Un día, al caer la tarde, se
propuso entrenar el “salto ornamental” a nivel olímpico. La única influencia
religiosa que recibió en su vida, le llegó a través de un amigo cristiano. El
deportista no prestaba mayor atención a los “sermones” de su amigo, aunque le
escuchaba y alguna vez debatían sobre muchos temas religiosos. Pero nunca se enfadaban;
reían juntos, disfrutaban de la amistad.
Aquella tarde-noche, fue a la
piscina de la universidad a la que pertenecía. Las luces estaban todas
apagadas, pero como la noche estaba clara y la luna brillaba y entraba por la claraboya
de la piscina, había suficiente luz para practicar en solitario. El joven se
subió al trampolín más alto, caminó por la rampa hasta su borde, se volvió de
espalda y tendió los brazos, fue entonces cuando vio su sombra en la pared. Era
una silueta perfecta. La sombra de su cuerpo tenía la forma exacta de una cruz.
El muchacho, tan seguro de sí,
quedó asombrado. En lugar de saltar se arrodilló y finalmente – sin saber por qué-
le pidió a Dios que entrara en su vida.

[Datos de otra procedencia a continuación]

// A CONSTANT row whose constant is an integer is listed as a candidate and
// compared on exact counts up to n = 10^4: c_t against itself, where the
// diagonal pairs are identical sequences (k = 1).
TEST_CASE("integer CONSTANT rows are listed as candidates with an exact-count comparison", "[scan][summary]") {
  TempDir tmp;
  REQUIRE(run("scan --t 6 --modulus 2 --pair ct:ct -o " + tmp.path + "/cc") == 0);
  nlohmann::json s = summary(tmp.path + "/cc");
  CHECK(s["jobs"] == 9);
  REQUIRE(s["candidates"].size() == 3);
  CHECK(s["constant_pairs_total"] == 3);
  CHECK(s["candidates"][0]["exact_compare_to_10000"] == "proportional k=1");
  std::string text = slurp(tmp.path + "/cc/summary.txt");
  CHECK_THAT(text, Catch::Contains("*** CANDIDATES") && Catch::Contains("c6(2n+1) vs c6(2n+1)"));
}

TEST_CASE("scan compares any two families of equal weight", "[scan][pair]") {
  TempDir tmp;
  // c_t against r_{t−1} (both weight (t−1)/2): certificates at t = 6, 7.
  REQUIRE(run("scan --t 6..7 --modulus 2 --pair ct:sqt-1 -o " + tmp.path + "/sq") == 0);
  auto rows = db_rows(tmp.path + "/sq");
  REQUIRE(rows.size() == 18);
  CHECK(rows[0]["F"] == "c6");
  CHECK(rows[0]["G"] == "sq5");
  CHECK(rows[17]["G"] == "sq6");
  for (const auto& r : rows) CHECK(r["verdict"] != "UNDECIDED");
  // A fixed pair at a single t.
  REQUIRE(run("scan --t 6 --modulus 2 --pair c6:sq5 -o " + tmp.path + "/fixed") == 0);
  CHECK(db_rows(tmp.path + "/fixed") == std::vector<nlohmann::json>(rows.begin(), rows.begin() + 9));
  // Refusals: unequal weights, a fixed pair over a range, an empty exact comparison.
  auto w = run_circlet("scan --t 6 --modulus 2 --pair ct:c2t -o " + tmp.path + "/w");
  CHECK(w.status == 2);
  CHECK_THAT(w.err, Catch::Contains("c6 has weight 5/2 but c12 has weight 11/2"));
  auto f = run_circlet("scan --t 6..7 --modulus 2 --pair c6:sq5 -o " + tmp.path + "/f");
  CHECK(f.status == 2);
  CHECK_THAT(f.err, Catch::Contains("does not depend on t"));
  for (const char* k : {"0", "1"}) {
    auto c = run_circlet("scan --t 4..5 --modulus 2 --compare-to " + std::string(k) + " -o " + tmp.path + "/c" + k);
    CHECK(c.status == 2);
    CHECK_THAT(c.err, Catch::Contains("--compare-to must be at least 2"));
  }
}

TEST_CASE("the weight 3/2 scan reports the c4/sc7 relation proved by the Sturm bound", "[scan][prove]") {
  // c_4(7n+2) = 2 sc_7(8n+1) except when n ≡ 4 (mod 7) (tests/modform_proof.cpp proves it on its
  // own; here the scan must find it from its exact comparison and write the proof's verdict).
  TempDir tmp;
  REQUIRE(run("scan --t 4..4 --modulus 8 -o " + tmp.path + "/s4") == 0);
  SqliteDb db(tmp.path + "/s4/scan.db", true);
  SqliteStatement s(db, "SELECT reason FROM pairs WHERE A = 7 AND B = 2 AND A2 = 8 AND B2 = 1");
  REQUIRE(s.step());
  // The restricted relation, then the whole one with the dilated term that closes the exception class.
  CHECK(s.text_at(0) ==
        "PROVED: c4(7n+2) - 2*sc7(8n+1) = 0 for n mod 7 != 4; PROVED: c4(7n+2) - 2*sc7(8n+1) - c4((n-4)/7) = 0");
  const std::string text = slurp(tmp.path + "/s4/summary.txt");
  CHECK(text.find("c4(7n+2) vs sc7(8n+1): PROVED: c4(7n+2) - 2*sc7(8n+1) = 0 for n mod 7 != 4") != std::string::npos);
  CHECK(text.find("exact counts n = 0..") == std::string::npos);  // the pair's reason is the proof, not a check
}

TEST_CASE("scan --verify re-checks a certificate whose counting verify alone would refuse", "[scan][verify]") {
  // c9(22n+15) vs sc17(18n+3): verify estimates 14.5 s for counting β_11 of c9
  // modulo 11^5 and refuses it without --no-time-limit; the real count takes
  // about a second. Inside a scan the limit does not apply.
  ScanSettings s;
  s.spec.t_lo = s.spec.t_hi = 9;
  s.spec.M = 24;
  s.verify = true;
  ScanContext ctx(s);
  ScanJob job;
  job.index = 0;
  job.t = 9;
  job.F = Family::parse("c9");
  job.G = Family::parse("sc17");
  job.ap = Progression{22, 15};
  job.ap2 = Progression{18, 3};
  const nlohmann::json row = run_scan_job(ctx, job);
  CHECK(row["verdict"] == "NON-CONVERGENT");
  INFO(row.dump());
  CHECK(row["verified"] == true);
  CHECK_FALSE(row.contains("verify_failure"));
}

Mientras el joven permanecía quieto, en
esa actitud no menos olímpica, el personal de limpieza entró en la piscina y
encendieron todas las luces. ¡Habían vaciado la piscina para limpiarla!
Dios siempre se manifiesta
cuando le llamamos a entrar y a formar parte de nuestra vida. ¿Quién habló de
desanimarse en las clases, en el curso que empieza?